- DVD cover
- Directed by: Joshua Michael Stern
- Written by: Joshua Michael Stern
- Produced by: Sidney Kimmel; Greg Shapiro;
- Starring: Ian McKellen; Aaron Eckhart; Brittany Murphy; Nick Nolte; William Hurt; Jessica Lange;
- Cinematography: Michael Grady
- Edited by: Jeff McEvoy
- Music by: Philip Glass
- Production companies: Kingsgate Films; Legacy Filmworks; Sidney Kimmel Entertainment; Neverwas Productions;
- Distributed by: Miramax Films
- Release date: September 9, 2005 (Toronto);
- Running time: 108 minutes
- Countries: United States; Canada;
- Language: English

= Neverwas =

Neverwas is a 2005 Canadian-American fantasy drama film, written and directed by Joshua Michael Stern in his directorial debut. It stars Ian McKellen, Aaron Eckhart, Brittany Murphy, Nick Nolte, William Hurt, and Jessica Lange. It was first shown at the 2005 Toronto International Film Festival. However, the film was never given a full theatrical release, eventually being released straight to DVD in 2007.

==Plot==
Zach Riley is a psychiatrist who leaves a job at a prestigious university to take up a position at the privately run mental institution, Millwood, belonging to Dr. Reed. What he doesn't reveal at the time of his appointment is that this was the very place where his novelist father, T.L. Pierson, spent many years of his life as he battled chronic depression. T.L. later wrote a popular children's classic, Neverwas, about a child (based on young Zach himself) who enters a secret world to free a captive king. T.L. later committed suicide; Riley, who found the body, has always partly blamed himself for his father's death.

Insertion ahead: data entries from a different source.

def alert_openings(engine: sa.Engine) -> list[dict[str, Any]]:
    """Every time an alert opened or reopened, oldest first, from the audit trail."""
    a, au = db.alerts, db.alert_audit
    with engine.connect() as conn:
        rows = conn.execute(
            sa.select(a.c.id, a.c.device_id, a.c.kind, au.c.at_ms)
            .join(au, au.c.alert_id == a.c.id)
            .where(
                au.c.to_state == "open",
                sa.or_(au.c.from_state.is_(None), au.c.from_state == "resolved"),
            )
            .order_by(au.c.at_ms, a.c.id)
        ).fetchall()  # fmt: skip
    return [
        {"alert_id": r.id, "device_id": r.device_id, "kind": r.kind, "at_s": r.at_ms / 1000.0}
        for r in rows
    ]


#: An alert that a fault legitimately brings along on its own unit (a failed fan can warm
#: the cabinet; a unit that went silent may be judged offline): not a false positive.
CONSEQUENCES: dict[str, set[str]] = {
    "fan": {"excursion", "over_temperature", "capacity_shortfall"},
    "leak": {"excursion", "capacity_shortfall"},
    "wear": {"capacity_shortfall"},
    "power_cut": {"offline"},
    # A cabinet probe drifting out of the band reads as an excursion. The readings are all
    # there is to go on, and for stored medicines reporting it is the safe side; the sensor
    # fault alert says the probe is in doubt.
    "sensor_drift": {"excursion"},
}


def score(
    engine: sa.Engine,
    faults: list[Expected],
    truth: sim.FleetTruth,
    beyond: Beyond | None = None,
) -> Score:
    """Match alert openings and reopenings to the faults' and the true excursions' expected
    alerts, each opening to at most one.

    Alerts none of whose openings matched are false positives, except a capacity alert on a
    unit whose true spare cooling at that time is below the policy's fraction (the truth says
    it is short).
    """
    expected = faults + excursions_expected(truth, beyond, truth.spec.interval_s)
    line = alerts.AlertPolicy().capacity_warning_fraction
    opened = opened_alerts(engine)
    openings = alert_openings(engine)
    fired: dict[int, float | None] = {}
    used: set[int] = set()
    matched: set[int] = set()
    for i, e in enumerate(expected):
        fired[i] = None
        early = EARLY_S if e.alert_kind == "excursion" else 0.0
        for j, o in enumerate(openings):
            if (
                j not in used
                and o["device_id"] == e.device_id
                and o["kind"] == e.alert_kind
                and o["at_s"] >= e.start_s - early
            ):
                fired[i] = o["at_s"]
                used.add(j)
                matched.add(o["alert_id"])
                break
    fp = []
    for a in opened:
        if a["alert_id"] in matched:
            continue
        allowed = set()
        for e in expected:
            if e.device_id == a["device_id"] and a["opened_s"] >= e.start_s:
                allowed |= CONSEQUENCES.get(e.label, set())
        if a["kind"] == "capacity_shortfall":
            frac = true_capacity_fraction(truth, a["device_id"], a["opened_s"])
            a["true_margin_fraction"] = frac
            if frac < line:
                continue
        if a["kind"] not in allowed:
            fp.append(a)
    return Score(expected, fired, fp, opened)


def table(result: Score) -> str:
    """Kind, unit, expected alert, fired (after how long), target and the false positives."""
    lines = [
        f"{'fault':<14}{'unit':<10}{'expected':<20}{'fired':<7}{'delay':>10}{'target':>10}  ok",
    ]
    for i, e in enumerate(result.expected):
        d = result.delay_s(i)
        fired = "yes" if d is not None else "no"
        delay = "-" if d is None else _human(d)
        ok = d is not None and d <= e.target_s
        verdict = ("yes" if ok else "NO") if e.required else "(not required: see docstring)"
        lines.append(
            f"{e.label:<14}{e.device_id:<10}{e.alert_kind:<20}{fired:<7}{delay:>10}"
            f"{_human(e.target_s):>10}  {verdict}"
        )
    lines.append("")
    lines.append(f"{'false positives by kind':<30}count  units")
    for kind in alerts.KINDS:
        hits = [a for a in result.false_positives if a["kind"] == kind]
        units = ", ".join(sorted({a["device_id"] for a in hits}))
        lines.append(f"  {kind:<28}{len(hits):>5}  {units}")
    return "\n".join(lines)


def _human(seconds: float) -> str:
    if abs(seconds) < 2 * HOUR_S:
        return f"{seconds / 60:.0f} min"
    if abs(seconds) < 2 * DAY_S:
        return f"{seconds / HOUR_S:.1f} h"
    return f"{seconds / DAY_S:.1f} d"


def switched_on(days: float, units: int, seed: int, step_hours: float) -> str:
    """A healthy fleet newly switched on (``FleetSpec.warm_start``): each unit's pull-down as
    the alerts saw it and every alert opened on the fleet (none is the target)."""
    base = sim.random_fleet(units, seed=seed, start_s=START_S, days=days, prefix="on")
    devs = tuple(dataclasses.replace(d, cuts_per_30d=0.0) for d in base.devices)
    spec = sim.FleetSpec(devices=devs, start_s=START_S, seed=seed, warm_start=True)
    with tempfile.TemporaryDirectory() as tmp:
        engine, _truth, _spent, _beyond = run_fleet(
            Path(tmp) / "on.db", spec, days, step_hours=step_hours
        )
        opened = opened_alerts(engine)
        with engine.connect() as conn:
            states = {d: alert_records.read_progress(conn, d)[1] for d in spec.device_ids}
        engine.dispose()
    lines = [f"{'unit':<10}{'pull-down':>10}  alerts opened"]
    for d in spec.device_ids:
        pull = states[d].get("commissioning", {}).get("pull_down_s")
        kinds = ", ".join(a["kind"] for a in opened if a["device_id"] == d) or "none"
        lines.append(f"{d:<10}{'-' if pull is None else _human(pull):>10}  {kinds}")
    return "\n".join(lines)


def main(argv: list[str] | None = None) -> int:
    ap = argparse.ArgumentParser(description=__doc__.splitlines()[0])
    ap.add_argument("--days", type=float, default=14.0)
    ap.add_argument("--healthy", type=int, default=6)
    ap.add_argument("--seed", type=int, default=3)
    ap.add_argument("--step-hours", type=float, default=6.0)
    ap.add_argument("--verbose", action="store_true", help="print every alert opened")
    ap.add_argument("--keep", type=Path, help="keep the database at this path")
    ap.add_argument("--interval", type=float, default=1.0, help="reporting interval [min]")
    ap.add_argument(
        "--summaries", action="store_true", help="every reading carries its interval summaries"
    )
    ap.add_argument(
        "--sensors",
        choices=("full", "no_cold", "no_faces"),
        default="full",
        help="face probes of every unit: both (full), none on the cold face (no_cold) or "
        "none at all (no_faces)",
    )
    ap.add_argument(
        "--switched-on",
        action="store_true",
        help="a healthy fleet of --healthy units switched on warm instead: pull-downs, alerts",
    )
    args = ap.parse_args(argv)
    if args.switched_on:
        print(
            f"{args.healthy} healthy units switched on at room temperature, {args.days:g} "
            f"days, seed {args.seed}, evaluated every {args.step_hours:g} h"
        )
        print(switched_on(args.days, args.healthy, args.seed, args.step_hours))
        return 0
    spec, expected = scoring_fleet(
        args.days, healthy=args.healthy, seed=args.seed, interval_s=60.0 * args.interval,
        summaries=args.summaries, sensors=args.sensors,
    )  # fmt: skip
    with tempfile.TemporaryDirectory() as tmp:
        db_path = args.keep if args.keep is not None else Path(tmp) / "bench.db"
        engine, truth, spent, beyond = run_fleet(
            db_path, spec, args.days, step_hours=args.step_hours
        )
        result = score(engine, expected, truth, beyond)
        engine.dispose()
    print(
        f"{len(spec.devices)} units ({args.healthy} healthy), {args.days:g} days, "
        f"{args.interval:g}-minute {'summaries' if args.summaries else 'instants'}, "
        f"{args.sensors} sensor set, seed {args.seed}, evaluated every {args.step_hours:g} h"
    )
    print(table(result))
    print("seconds: " + ", ".join(f"{k} {v:.1f}" for k, v in spent.items()))
    if args.verbose:
        for a in result.opened:
            print(
                f"  {a['device_id']} {a['kind']} {a['severity']} "
                f"day {(a['opened_s'] - START_S) / DAY_S:.2f}: {a['summary']}"
            )
    return 0


if __name__ == "__main__":
    sys.exit(main())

Riley is assigned to work with a schizophrenic patient, Gabriel Finch, and soon realizes that Finch sees himself as the captive king. As he listens to Finch and resumes his acquaintance with childhood friend Maggie Paige, he realizes that more things link him to the book – and also to Finch's recovery – than he ever thought. T.L.'s novel was based on Finch's stories, told to him by Finch while both were patients in the hospital. Finch believes that the book is a sort of oracle confirming his personal reality, and that Riley is the boy hero. Riley comes to see himself this way in a sense, as he discovers that Finch's "hallucination" concerns actual places and events.

==Production==

===Development===
The film was written and directed by filmmaker Joshua Michael Stern in his directorial debut. It was produced by Sidney Kimmel and Greg Shapiro, and co-produced by Aaron Eckhart who starred in the leading role. The film was distributed by Neverwas Productions and premiered at the Toronto International Film Festival on September 9, 2005. It was initially distributed by Miramax Home Entertainment for its home media release. Owing to the theme of a fairy tale which is based on real events, the film has often been compared with Finding Neverland (2004), which Miramax were also involved with.

===Filming===
Principal photography took place in September 2004 in Vancouver, British Columbia, Canada.

==Home media==
The film's U.S. DVD from Miramax Home Entertainment was released on July 3, 2007.

In December 2010, Miramax was sold by The Walt Disney Company, their owners since 1993. That same month, the studio was taken over by private equity firm Filmyard Holdings. Filmyard licensed the home media rights for several Miramax titles to Echo Bridge Entertainment, and on February 14, 2012, Echo Bridge reissued Neverwas on DVD. It was one of the more recent Miramax films to be reissued by Echo Bridge, as the initial home video release had only occurred four year prior. In 2011, Filmyard Holdings licensed the Miramax library to streamer Netflix. This deal included Neverwas, and ran for five years, eventually ending on June 1, 2016.

Filmyard Holdings sold Miramax to Qatari company beIN Media Group during March 2016. In April 2020, ViacomCBS (now known as Paramount Skydance) acquired the rights to Miramax's library, after buying a 49% stake in the studio from beIN. Neverwas was one of the 700 titles they acquired in the deal, and since April 2020, the film has been distributed by Paramount Pictures. On March 4, 2021, Neverwas was made available on Paramount's new streaming service Paramount+, as one of its inaugural launch titles.